FILE_PATH = "data/originalrecipeso00orde.pdf"
load_dotenv()
openai_client = OpenAI(api_key=os.getenv("OPENAI_API_KEY"))

prompt_template = Template("""
    Extract all recipes from the following text starting from ---Page $page_number---. Each recipe should include:
    - Recipe name
    - Ingredients (with item, quantity, and unit)
    - Instructions (use the original text as much as possible)
    - Author
    - Page number

    Format each recipe in JSON format like this:

    {{
        "recipe": "Recipe Name",
        "page": {page_number},
        "author": "Author Name",
        "ingredients": [
            {{"item": "ingredient 1", "quantity": 2, "unit": "cups"}},
            {{"item": "ingredient 2", "quantity": 1, "unit": "tablespoon"}}
        ],
        "instructions": [
            "Step 1",
            "Step 2",
            "Step 3"
        ]
    }}
""")

SYSTEM_CONTENT = "You are a helpful information extraction assistant."

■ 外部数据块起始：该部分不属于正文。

import { ForbiddenException, Injectable, type CanActivate, type ExecutionContext } from '@nestjs/common';
import { Reflector } from '@nestjs/core';
import type { Role } from '@yardcall/shared';
import type { Request } from 'express';
import type { AuthUser } from '../auth-user';
import { IS_PUBLIC_KEY } from '../decorators/public.decorator';
import { ROLES_KEY } from '../decorators/roles.decorator';

// Runs after JwtAuthGuard: a route with @Roles(...) refuses every other role with a sentence naming those allowed.
@Injectable()
export class RolesGuard implements CanActivate {
  constructor(private readonly reflector: Reflector) {}

  canActivate(context: ExecutionContext): boolean {
    const targets = [context.getHandler(), context.getClass()];
    if (this.reflector.getAllAndOverride<boolean | undefined>(IS_PUBLIC_KEY, targets)) return true;
    const allowed = this.reflector.getAllAndOverride<Role[] | undefined>(ROLES_KEY, targets);
    if (!allowed || allowed.length === 0) return true;
    const user = context.switchToHttp().getRequest<Request & { user?: AuthUser }>().user;
    if (user && allowed.includes(user.role)) return true;
    throw new ForbiddenException(
      `Only ${allowed.length === 1 ? 'the role' : 'these roles'} ${allowed.join(', ')} may do this; you are signed in as ${user?.role ?? 'nobody'}.`,
    );
  }
}
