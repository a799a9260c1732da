import { useMutation, useQueryClient } from '@tanstack/react-query';
import type { LoginRequest, LoginResponse } from '@yardcall/shared';
import { api } from '@/lib/api-client';
import { showDisplaySettings } from '@/lib/display-settings';
import { startSession } from '@/lib/session';

export function login(body: LoginRequest): Promise<LoginResponse> {
  return api.post<LoginResponse>('/auth/login', body, { skipUnauthorizedHandler: true });
}

export function useLogin() {
  const queryClient = useQueryClient();
  return useMutation({
    mutationFn: login,
    onSuccess: ({ accessToken, user }) => {
      startSession(queryClient, accessToken, user);
      showDisplaySettings(user.settings);
    },
  });
}
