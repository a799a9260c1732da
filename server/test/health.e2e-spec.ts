import request from 'supertest';
import { startApp, type TestApp } from './helpers';

describe('health', () => {
  let t: TestApp;
  beforeAll(async () => {
    t = await startApp();
  });
  afterAll(async () => {
    await t.close();
  });

  it('answers ok when the database answers SELECT 1', async () => {
    const response = await request(t.url).get('/api/health');
    expect(response.status).toBe(200);
    expect(response.body).toEqual({ status: 'ok', database: 'up' });
  });
});
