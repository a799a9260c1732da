// Jest 30 cannot load Nest 12's ESM-only packages as they are: @swc/jest compiles our TypeScript and
// those packages to CommonJS (legacy decorators + metadata, which TypeORM and Nest need).
// ESM-only packages in node_modules that must be transformed; follow the dependencies when they change.
const esmOnly = [
  '@nestjs/(?!throttler)[^/]+',
  'file-type',
  'strtok3',
  'token-types',
  '@tokenizer/inflate',
  'uint8array-extras',
  '@borewit/text-codec',
  'load-esm',
];

const swc = {
  jsc: {
    parser: { syntax: 'typescript', decorators: true, importAttributes: true },
    transform: { legacyDecorator: true, decoratorMetadata: true },
    target: 'es2023',
    keepClassNames: true,
  },
  module: { type: 'commonjs' },
  sourceMaps: 'inline',
};

/** @type {import('jest').Config} */
module.exports = {
  // Relative to this file's folder: the server package.
  rootDir: '..',
  testEnvironment: 'node',
  testRegex: 'test/.*\\.e2e-spec\\.ts$|src/.*\\.spec\\.ts$',
  moduleFileExtensions: ['ts', 'js', 'mjs', 'cjs', 'json'],
  transform: {
    '^.+\\.(t|j|mj)s$': ['@swc/jest', swc],
  },
  transformIgnorePatterns: [`/node_modules/(?!(${esmOnly.join('|')})/)`],
  moduleNameMapper: {
    '^@yardcall/shared$': '<rootDir>/../shared/src/index.ts',
    '^@yardcall/shared/testing$': '<rootDir>/../shared/src/testing.ts',
    // The shared sources (and the ESM packages) import with `.js` suffixes; Jest resolves sources.
    '^(\\.{1,2}/.*)\\.js$': '$1',
  },
  setupFiles: ['<rootDir>/test/env.ts'],
  globalSetup: '<rootDir>/test/global-setup.ts',
  testTimeout: 20000,
};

def read_pdf(pdf_path: str) -> Dict:
    """Extract text from PDF file."""
    page_text = {}
    with open(pdf_path, 'rb') as file:
        pdf_reader = PyPDF2.PdfReader(file)
        for i, page in enumerate(pdf_reader.pages):
            page_text[i+1] = page.extract_text()
    return page_text

def load_openai_json(response):
    """Parse the JSON response from OpenAI API."""
    try:
        return json.loads(response.split("```json")[1].split("```")[0])
    except Exception as e:
        logger.error(f"Error loading json: {e}")
        return None

def run():
    content = read_pdf(FILE_PATH)
    results = []
    for page_number, text in content.items():
        prompt = prompt_template.substitute(page_number=page_number, text=text)
        logger.info(f"Processing Page {page_number}")
        text_response = ask_ai(prompt, system_content=SYSTEM_CONTENT)
        response = load_openai_json(text_response)
        if response:
            results.append(response)

    with open("recipes.json", "w") as f:
        json.dump(results, f, indent=4)

if __name__ == "__main__":
    run()

結論

透過本案例，我們展示了如何結合 Python 和 AI 技術，從 PDF 文檔中提取結構化數據，並轉化為 JSON 格式。這不僅僅適用於食譜提取，還可以應用於其他類型的文檔數據提取，如報告、手冊和合同。

此解決方案展示了利用 AI 技術處理非結構化數據的潛力，為企業和研究機構提供了一種高效的數據處理方式。希望本文能幫助您理解 AI 在自然語言處理和數據提取方面的應用。